Plus proche de nous, un article du New York Times du 21 octobre dernier constate que la vidéosurveillance se retourne maintenant contre les forces de l’ordre. Le quotidien remarque que nous sommes très rapidement passés à une société qui déploie des caméras tous azimuts avec des technologies extrêmement sophistiquées de reconnaissance faciale. Le footballer Antoine Griezmann a rompu son contrat publicitaire avec Huawei après les révélations d’un déploiement d’alarmes « anti-ouïgoures » auquel a participé la firme chinoise dans le cadre d’un programme expérimental de reconnaissance faciale en Chine, ce qui montre aisément que les dérives à la Orwell ne relèvent pas du fantasme. Mais le NYT remarque aussi que nous sommes en train de basculer dans une société ou les forces de l’ordre sont désormais filmées dans tous les pays par les manifestants eux-mêmes, et les images publiées sur les réseaux sociaux.

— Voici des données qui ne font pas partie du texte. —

import { DataTypes, Model } from 'sequelize';
import type { CreationOptional, InferAttributes, InferCreationAttributes, Sequelize } from 'sequelize';
import type { CallBackCause } from '@driprail/shared/domain/board/call-back';

export class Job extends Model<InferAttributes<Job>, InferCreationAttributes<Job>> {
  declare id: string;
  declare number: CreationOptional<number>;
  declare customerId: string;
  declare addressId: string;
  declare windowFrom: CreationOptional<Date | null>;
  declare windowTo: CreationOptional<Date | null>;
  declare notes: CreationOptional<string>;
  declare discountCents: CreationOptional<number>;
  declare discountReason: CreationOptional<string>;
  declare calledOffReason: CreationOptional<string | null>;
  /** The job that this one puts right, free to the customer. */
  declare callBackOf: CreationOptional<string | null>;
  declare callBackCause: CreationOptional<CallBackCause | null>;
  declare version: CreationOptional<number>;
  declare createdBy: CreationOptional<string | null>;
  declare createdAt: CreationOptional<Date>;
}

export function initJob(sequelize: Sequelize): void {
  Job.init(
    {
      id: { type: DataTypes.UUID, primaryKey: true },
      number: { type: DataTypes.INTEGER },
      customerId: { type: DataTypes.UUID, allowNull: false },
      addressId: { type: DataTypes.UUID, allowNull: false },
      windowFrom: { type: DataTypes.DATE, allowNull: true },
      windowTo: { type: DataTypes.DATE, allowNull: true },
      notes: { type: DataTypes.TEXT },
      discountCents: { type: DataTypes.BIGINT },
      discountReason: { type: DataTypes.TEXT },
      calledOffReason: { type: DataTypes.TEXT, allowNull: true },
      callBackOf: { type: DataTypes.UUID, allowNull: true },
      callBackCause: { type: DataTypes.TEXT, allowNull: true },
      version: { type: DataTypes.INTEGER },
      createdBy: { type: DataTypes.UUID, allowNull: true },
      createdAt: { type: DataTypes.DATE },
    },
    { sequelize, modelName: 'Job', tableName: 'jobs', underscored: true, timestamps: false },
  );
}
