import { DataTypes, Model } from 'sequelize';
import type { InferAttributes, InferCreationAttributes, Sequelize } from 'sequelize';

export class PushSubscription extends Model<
  InferAttributes<PushSubscription>,
  InferCreationAttributes<PushSubscription>
> {
  declare id: string;
  declare userId: string;
  declare endpoint: string;
  declare p256dh: string;
  declare auth: string;
  declare createdAt: Date;
}

export function initPushSubscription(sequelize: Sequelize): void {
  PushSubscription.init(
    {
      id: { type: DataTypes.UUID, primaryKey: true },
      userId: { type: DataTypes.UUID, allowNull: false },
      endpoint: { type: DataTypes.TEXT, allowNull: false },
      p256dh: { type: DataTypes.TEXT, allowNull: false },
      auth: { type: DataTypes.TEXT, allowNull: false },
      createdAt: { type: DataTypes.DATE, allowNull: false },
    },
    {
      ...{ sequelize, modelName: 'PushSubscription', tableName: 'push_subscriptions' },
      ...{ underscored: true, timestamps: false },
    },
  );
}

Comme d’habitude l’hôpital n’échappe pas à cette mouvance de fond. La vidéosurveillance y est déjà présente depuis de nombreuses années, à des fins de prévention contre les violences ou, dans certaines maternités, contre les enlèvements de nouveau-nés. Selon que les lieux filmés sont ou non accessibles au public, la procédure d’autorisation n’est pas la même (autorisation préfectorale dans le premier cas), mais globalement ce domaine n’a connu que peu de changements pendant des décennies. Jusqu’à l’arrivée du numérique et des webcams à moins de 100 euros connectées directement au réseau IP, et surtout du stockage pas cher sur des disques durs.

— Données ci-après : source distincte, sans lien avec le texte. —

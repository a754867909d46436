import type { Transaction } from 'sequelize';
import { splitByLargestRemainder } from '@driprail/shared/domain/money/largest-remainder';
import { exact } from '@driprail/shared/domain/money/exact';
import type {
  CrewShare,
  DoneLine,
  PayPerson,
  PayWeekInput,
  PersonPlace,
  SettledCommission,
} from '@driprail/shared/domain/pay/pay-week.types';
import { ruleSetOf } from '@driprail/shared/domain/pay/own-rules';
import type { OwnRules } from '@driprail/shared/domain/pay/own-rules';
import { companyOf } from '../../db/company.ts';
import type { PayWeek } from '../../db/models/index.ts';
import { select } from '../../db/sequelize.ts';
import { carriedInto } from './carried.queries.ts';
import { settledCommissionsIn } from './deferred/settled.queries.ts';
import {
  daysAwayJson,
  noShowTripsJson,
  noShowTripSql,
  showUpRulesJson,
  timeOffTakenJson,
} from './time-off/pay-input.sql.ts';
import { rulesOn } from './weeks.service.ts';

interface GatheredLine extends Omit<DoneLine, 'commissionableCents' | 'crew'> {
  priceCents: number;
  jobPrices: { lineId: string; priceCents: number }[];
  discountCents: number;
  crew: CrewShare[];
  jobPaidAt: string | null;
}

interface GatheredPlace extends Omit<PersonPlace, 'ruleSet'> {
  ruleSetKey: string | null;
  ownRules: OwnRules | null;
}

type Gathered = Pick<
  PayWeekInput,
  | 'people'
  | 'entries'
  | 'rates'
  | 'tips'
  | 'adjustments'
  | 'plans'
  | 'ratesInEffect'
  | 'showUpRules'
  | 'noShowTrips'
  | 'daysAway'
> & {
  lines: GatheredLine[];
  places: GatheredPlace[];
};

const crewJson = `json_build_object('personId', vc.person_id, 'position', vc.position, 'weight', vc.weight, 'isTrainee', vc.is_trainee,
  'minutes', coalesce((SELECT floor(sum(extract(epoch FROM e.ended_at - e.started_at)) / 60)::int FROM clock_entries e
     WHERE e.visit_id = vc.visit_id AND e.person_id = vc.person_id AND e.kind = 'job'), 0))`;

/** Everything that a week is paid from, in one statement; shares rest on who worked the visit. */
const gatherSql = `
WITH entry AS (
  SELECT e.* FROM clock_entries e WHERE tstzrange(e.started_at, e.ended_at) && tstzrange(:startsAt, :endsAt)
     AND (e.ended_at IS NOT NULL OR :asOf::timestamptz > :startsAt)
), line AS (
  SELECT l.* FROM job_lines l WHERE l.finished_at >= :startsAt AND l.finished_at < :endsAt
), tip AS (
  SELECT t.* FROM tips t WHERE t.received_at >= :startsAt AND t.received_at < :endsAt
), trip AS (
  ${noShowTripSql}
), paid AS (
  SELECT person_id FROM entry UNION SELECT vc.person_id FROM visit_crew vc JOIN line l ON l.finished_visit_id = vc.visit_id
  UNION SELECT vc.person_id FROM visit_crew vc JOIN visits v ON v.id = vc.visit_id JOIN tip t ON t.job_id = v.job_id
  UNION SELECT vc.person_id FROM visit_crew vc JOIN trip t ON t.id = vc.visit_id
  UNION SELECT person_id FROM pay_adjustments WHERE pay_week_id = :weekId
)
SELECT json_build_object(
  'people', coalesce((SELECT json_agg(json_build_object('id', p.id, 'name', p.name) ORDER BY p.name, p.id)
     FROM people p WHERE p.id IN (SELECT person_id FROM paid)
      -- An owner's minutes count for the job, not for wages.
      AND NOT EXISTS (SELECT 1 FROM users u WHERE u.person_id = p.id AND u.role = 'owner')), '[]'::json),
  'entries', coalesce((SELECT json_agg(json_build_object('id', e.id, 'personId', e.person_id, 'kind', e.kind, 'visitId', e.visit_id,
      'startedAt', to_json(e.started_at) #>> '{}', 'endedAt', to_json(e.ended_at) #>> '{}', 'interrupted', e.is_interrupted)
      ORDER BY e.started_at, e.id) FROM entry e), '[]'::json),
  'rates', coalesce((SELECT json_agg(json_build_object('id', r.id, 'kind', r.kind, 'personId', r.person_id, 'serviceId', r.service_id,
      'clockKind', r.clock_kind, 'value', r.value::text, 'startsOn', r.starts_on) ORDER BY r.starts_on, r.id) FROM pay_rates r), '[]'::json),
  'lines', coalesce((SELECT json_agg(json_build_object('lineId', l.id, 'jobId', j.id, 'jobNumber', j.number, 'visitId', l.finished_visit_id,
      'serviceId', s.id, 'serviceName', s.name, 'sizeClass', l.size_class, 'isAddOn', s.kind = 'add_on', 'priceCents', l.price_cents, 'discountCents', j.discount_cents,
      'jobPrices', (SELECT json_agg(json_build_object('lineId', o.id, 'priceCents', o.price_cents) ORDER BY o.position, o.id)
         FROM job_lines o WHERE o.job_id = j.id),
      'doneAt', to_json(l.finished_at) #>> '{}', 'jobPaidAt', (SELECT to_json(jp.paid_at) #>> '{}' FROM jobs_paid jp WHERE jp.job_id = j.id),
      'crew', coalesce((SELECT json_agg(${crewJson} ORDER BY vc.position) FROM visit_crew vc WHERE vc.visit_id = l.finished_visit_id), '[]'::json))
      ORDER BY l.finished_at, j.number, l.position)
     FROM line l JOIN jobs j ON j.id = l.job_id JOIN services s ON s.id = l.service_id), '[]'::json),
  'tips', coalesce((SELECT json_agg(json_build_object('id', t.id, 'jobId', j.id, 'jobNumber', j.number, 'amountCents', t.amount_cents,
      'method', t.method, 'receivedAt', to_json(t.received_at) #>> '{}', 'alreadyReceived', t.already_received, 'forPersonId', t.for_person_id,
      'crew', coalesce((SELECT json_agg(${crewJson} ORDER BY vc.position)
         FROM (SELECT DISTINCT ON (vc.person_id) vc.* FROM visit_crew vc JOIN visits v ON v.id = vc.visit_id WHERE v.job_id = t.job_id
                ORDER BY vc.person_id, v.part) vc
        WHERE coalesce((SELECT st.shares_tips FROM tip_standings st WHERE st.person_id = vc.person_id
                AND st.starts_on <= (t.received_at AT TIME ZONE :zone)::date ORDER BY st.starts_on DESC LIMIT 1), true)), '[]'::json))
      ORDER BY t.received_at, t.id) FROM tip t JOIN jobs j ON j.id = t.job_id), '[]'::json),
  'adjustments', coalesce((SELECT json_agg(json_build_object('id', x.id, 'personId', x.person_id, 'kind', x.kind,
      'amountCents', x.amount_cents, 'reason', x.reason, 'correctsLineId', x.corrects_line_id, 'counted', x.counted, 'timeOff', ${timeOffTakenJson}) ORDER BY x.at, x.id)
     FROM pay_adjustments x WHERE x.pay_week_id = :weekId), '[]'::json),
  'ratesInEffect', coalesce((SELECT json_agg(json_build_object('personId', a.person_id, 'signedOn', a.signed_on) ORDER BY a.person_id)
     FROM (SELECT DISTINCT ON (person_id) * FROM pay_agreements WHERE kind = 'rate_in_effect' AND starts_on <= :startsOn
      ORDER BY person_id, starts_on DESC) a WHERE a.signed_on IS NOT NULL), '[]'::json),
  'plans', coalesce((SELECT json_agg(json_build_object('id', p.id, 'personId', p.person_id, 'startsOn', p.starts_on, 'plan', p.plan)
      ORDER BY p.person_id) FROM (SELECT DISTINCT ON (person_id) * FROM pay_plans WHERE starts_on <= :startsOn
      ORDER BY person_id, starts_on DESC) p), '[]'::json),
  'places', coalesce((SELECT json_agg(json_build_object('personId', p.person_id, 'placeId', pl.id, 'name', pl.name,
      'ruleSetKey', pl.rule_set_key, 'ownRules', pl.own_rules,
      'minimumWages', coalesce((SELECT json_agg(json_build_object('startsOn', w.starts_on, 'amount', w.amount::text) ORDER BY w.starts_on)
         FROM pay_place_wages w WHERE w.place_id = pl.id), '[]'::json)) ORDER BY p.person_id)
      FROM (SELECT DISTINCT ON (person_id) * FROM person_places WHERE starts_on <= :startsOn ORDER BY person_id, starts_on DESC) p
      JOIN pay_places pl ON pl.id = p.place_id), '[]'::json),
  'showUpRules', ${showUpRulesJson},
  'daysAway', ${daysAwayJson},
  'noShowTrips', ${noShowTripsJson(crewJson)}
) AS gathered`;

/** The engine's input for a week as the records stand at `asOf`. */
export async function payInputOf(week: PayWeek, asOf: Date, tx?: Transaction): Promise<PayWeekInput> {
  const { zone } = await companyOf(tx);
  const input = await recordsOf(week, asOf, tx);
  const settledCommissions = await settledCommissionsIn(week, zone, (past) => recordsOf(past, asOf, tx), tx);
  if (settledCommissions.length === 0) return input;
  return { ...input, people: withSettled(input.people, settledCommissions), settledCommissions };
}

/** Somebody whose commission is settled may have done nothing else in the week. */
function withSettled(people: PayPerson[], settled: readonly SettledCommission[]): PayPerson[] {
  const everyone = [...people, ...settled.flatMap((one) => one.input.people)];
  const byId = new Map(everyone.map((person) => [person.id, person]));
  return [...byId.values()].sort((a, b) => a.name.localeCompare(b.name) || a.id.localeCompare(b.id));
}

/** A week's own records, without what customers' payments settle from weeks before. */
async function recordsOf(week: PayWeek, asOf: Date, tx?: Transaction): Promise<PayWeekInput> {
  const { zone, clock } = await companyOf(tx);
  const rules = await rulesOn(week.startsOn, tx);
  const startsAt = week.startsAt.toISOString();
  const endsAt = week.endsAt.toISOString();
  const [row] = await select<{ gathered: Gathered }>(
    gatherSql,
    { weekId: week.id, startsOn: week.startsOn, startsAt, endsAt, asOf: asOf.toISOString(), zone },
    tx,
  );
  if (!row) throw new Error('a pay week gathers one row');
  const { lines, places, ...gathered } = row.gathered;
  const carried = await carriedInto(week, gathered.plans, (prior) => recordsOf(prior, asOf, tx), tx);
  return {
    startsAt,
    endsAt,
    zone,
    clock,
    rules: {
      overtimeRuleSet: rules.overtimeRuleSet,
      minimumWage: rules.minimumWage,
      crewSplit: rules.crewSplit,
      mealBreakMinutes: rules.mealBreakMinutes ?? 30,
      punchRoundingMinutes: rules.punchRoundingMinutes ?? null,
      premiumRounding: rules.premiumRounding ?? 'half_up',
      tips: { goTo: rules.tipsGoTo ?? 'crew', cardFeePercent: rules.tipCardFeePercent ?? '0' },
    },
    ...gathered,
    doneLines: lines.map((line) => toDoneLine(line, rules.commissionEarned === 'paid' ? endsAt : null)),
    places: places.map(toPlace),
    carried,
    asOf: asOf.toISOString(),
  };
}

function toPlace({ ruleSetKey, ownRules, ...place }: GatheredPlace): PersonPlace {
  return { ...place, ruleSet: ruleSetOf(place.placeId, place.name, ruleSetKey, ownRules) };
}

/**
 * A discount lowers each line of the job by its share of the price, to the cent.
 * @param paidBefore where commission is earned on payment: the instant by which the customer must have paid
 */
function toDoneLine(
  { priceCents, jobPrices, discountCents, jobPaidAt, ...line }: GatheredLine,
  paidBefore: string | null,
): DoneLine {
  const shares = splitByLargestRemainder(
    discountCents,
    jobPrices.map((other) => exact(other.priceCents)),
  );
  const own = shares[jobPrices.findIndex((other) => other.lineId === line.lineId)] ?? 0;
  const waits = paidBefore !== null && (jobPaidAt === null || Date.parse(jobPaidAt) >= Date.parse(paidBefore));
  return { ...line, commissionableCents: priceCents - own, ...(waits && { commissionWaits: true }) };
}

La tendance à l’hôpital est de placer des caméras dans tous les locaux sensibles : stockage de stupéfiants dans les pharmacies, locaux techniques, datacenter, etc. Leur déploiement dans les salles d’attente de certains services se justifierait par le souci d’épargner au personnel la traversée de longs couloirs pour s’assurer qu’aucun patient n’est en train d’attendre. Cela se discute : il existe des outils de détection de présence beaucoup moins intrusifs, à l’image de ce que déploient, par exemple, certains parkings souterrains pour comptabiliser automatiquement le nombre de places disponibles. Mais on trouve aussi des caméras dans les « araignées » des blocs opératoires pour filmer une intervention chirurgicale à des fins d’enseignement. Et, plus récemment, dans la chambre des patients en réanimation pour une surveillance à distance depuis la salle des personnels soignants.

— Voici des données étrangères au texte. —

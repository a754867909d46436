import type { Request } from 'express';
import * as api from '@driprail/shared/contracts/pay.contract';
import * as agreements from '@driprail/shared/contracts/pay-agreements.contract';
import * as jobsPaid from '@driprail/shared/contracts/jobs-paid.contract';
import { getPayDifference, listLateWeeks } from '@driprail/shared/contracts/pay-difference.contract';
import * as rates from '@driprail/shared/contracts/pay-rates.contract';
import * as plans from '@driprail/shared/contracts/pay-plans.contract';
import { OVERTIME_RULE_SETS } from '@driprail/shared/domain/pay/overtime-rule-sets';
import { companyOf, todayOf } from '../../db/company.ts';
import { inTransaction } from '../../db/sequelize.ts';
import type { RouteTable } from '../../http/route.ts';
import { okay, route } from '../../http/route.ts';
import { addAdjustment, removeAdjustment } from './adjustments.service.ts';
import { addAgreement, listAgreements } from './agreements/agreements.service.ts';
import { addRefundReason, listRefundReasons } from './agreements/refund-reasons.service.ts';
import { testCommission } from './commission-test.queries.ts';
import { jobsPaidLately, jobsWaiting } from './deferred/jobs-paid.queries.ts';
import { markJobPaid, takeBackJobPaid } from './deferred/jobs-paid.service.ts';
import { linesCsv } from './export.ts';
import { handoverRoutes } from './handover/handover.routes.ts';
import { readDifference } from './difference.queries.ts';
import { lateWeeks } from './late-weeks.queries.ts';
import { setWeekState } from './lock.service.ts';
import { readPayWeek } from './pay-week.queries.ts';
import { addPlace, addWage, listPersonPlaces, listPlaces, placePerson } from './places.service.ts';
import { addPlan, listPlans } from './plans.service.ts';
import { addRate, addRules, listRates, listRules } from './rates.service.ts';
import { statementPdf } from './statement-pdf.ts';
import { listStatements, readStatement } from './statements.queries.ts';
import { readWeekSoFar } from './week-so-far.queries.ts';
import { tryWeeks } from './what-if.queries.ts';
import { listWeeks } from './week-figures.queries.ts';
import { timeOffRoutes } from './time-off/time-off.routes.ts';
import { weekAt } from './weeks.service.ts';

export interface PayOptions {
  baseUrlOf: (req: Request) => string;
}

export function payRoutes(table: RouteTable, { baseUrlOf }: PayOptions): void {
  const read = (day: string, now: Date, parts: { withTimeOff?: boolean } = {}) =>
    inTransaction(async (tx) => readPayWeek(await weekAt(day, tx), now, tx, parts));

  route(table, rates.listRates, async () => ({ rates: await listRates() }));
  route(table, rates.addRate, async ({ body }, ctx) => ({ rate: await addRate(ctx, body) }));
  route(table, rates.listPayRules, async () => ({ rules: await listRules() }));
  route(table, rates.addPayRules, async ({ body }, ctx) => ({ rules: await addRules(ctx, body) }));
  route(table, plans.listPayPlans, async () => ({ plans: await listPlans() }));
  route(table, plans.addPayPlan, async ({ body }, ctx) => ({ plan: await addPlan(ctx, body) }));
  route(table, plans.listRuleSets, () => Promise.resolve({ ruleSets: [...OVERTIME_RULE_SETS] }));
  route(table, plans.listPayPlaces, async () => ({ places: await listPlaces(), people: await listPersonPlaces() }));
  route(table, plans.addPayPlace, async ({ body }, ctx) => ({ place: await addPlace(ctx, body) }));
  route(table, plans.addPlaceWage, async ({ params, body }, ctx) => ({ place: await addWage(ctx, params.id, body) }));
  route(table, plans.setPersonPlace, async ({ body }, ctx) => ({ people: await placePerson(ctx, body) }));
  route(table, plans.getCommissionTest, ({ params }) => testCommission(params.personId));
  route(table, plans.whatIf, async ({ body }, { now }) => ({ weeks: await tryWeeks(body, now()) }));
  route(table, agreements.listAgreements, async () => ({
    agreements: await listAgreements(),
    refundReasons: await listRefundReasons(),
  }));
  route(table, agreements.addAgreement, async ({ body }, ctx) => ({ agreement: await addAgreement(ctx, body) }));
  route(table, agreements.addRefundReason, async ({ body }, ctx) => ({
    refundReason: await addRefundReason(ctx, body),
  }));
  route(table, jobsPaid.listJobsPaid, async () => ({ waiting: await jobsWaiting(), paid: await jobsPaidLately() }));
  route(table, jobsPaid.markJobPaid, async ({ body }, ctx) => {
    await markJobPaid(ctx, body.jobId, body.paidOn);
    return okay;
  });
  route(table, jobsPaid.takeBackJobPaid, async ({ params }, ctx) => {
    await takeBackJobPaid(ctx, params.jobId);
    return okay;
  });
  route(table, api.listPayWeeks, async (_input, { now }) => {
    return { weeks: await listWeeks(await todayOf(now())) };
  });
  route(table, api.getPayWeek, ({ params, query }, { now }) =>
    read(params.startsOn, now(), { withTimeOff: query.timeOff === 'all' }),
  );
  route(table, getPayDifference, ({ params, query }, { now }) => readDifference(params.startsOn, query.against, now()));
  route(table, listLateWeeks, async (_, { now }) => ({ weeks: await lateWeeks(now()) }));
  route(table, api.setPayWeekState, ({ params, body }, ctx, { req }) =>
    setWeekState(ctx, params.startsOn, body.to, body.version, baseUrlOf(req)),
  );
  route(table, api.addAdjustment, ({ params, body }, ctx) => addAdjustment(ctx, params.startsOn, body));
  route(table, api.removeAdjustment, async ({ params }, ctx) => {
    await removeAdjustment(ctx, params.id);
    return okay;
  });
  route(table, api.exportPayWeek, async ({ params }, { now }) => linesCsv([await read(params.startsOn, now())]));
  handoverRoutes(table);
  timeOffRoutes(table);
  route(table, api.getWeekSoFar, (_input, ctx) => readWeekSoFar(ctx));
  route(table, api.listStatements, async (_input, ctx) => ({ statements: await listStatements(ctx) }));
  route(table, api.getStatement, ({ params }, ctx) => readStatement(ctx, params.startsOn, params.personId));
  route(table, api.getStatementPdf, async ({ params }, ctx) => {
    const statement = await readStatement(ctx, params.startsOn, params.personId);
    return statementPdf(statement, (await companyOf()).zone);
  });
}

Pour ce dernier cas, il serait intéressant de savoir comment on s’y prend pour recueillir le consentement ou l’opposition du patient. Comment on s’y prend aussi, même si le patient est d’accord, pour débrancher les caméras pendant, par exemple, le temps de toilette quotidienne. Ou quand la famille visite le patient. Il serait aussi intéressant de connaître la justification : « surveiller » un patient nécessite la prise de constantes (rythme cardiaque, etc.) avec éventuellement un report d’alarmes : un DPO est en droit de demander une justification sur ce que la vidéo apporte de plus pour donner un avis sur ce genre de dispositifs, et bien entendu en évaluer la proportionnalité au regard des finalités poursuivies. On retrouve de manière classique les notions d’éthique et de respect de l’intimité.

Sans parler du droit basique de la confidentialité des données médicales. Quand on sait que le niveau de sécurité des caméras IP modernes est quasiment nul (quantité de botnets sont montés à partir de ces dispositifs), que la simple présence d’un patient dans une chambre donnée (par exemple en oncologie) renseigne très clairement sur le motif de l’hospitalisation, et que la capacité des hôpitaux à garantir qu’aucune fuite d’images ne se produise jamais est proche de zéro, nous sommes en droit de nous interroger sur ce genre de dérives.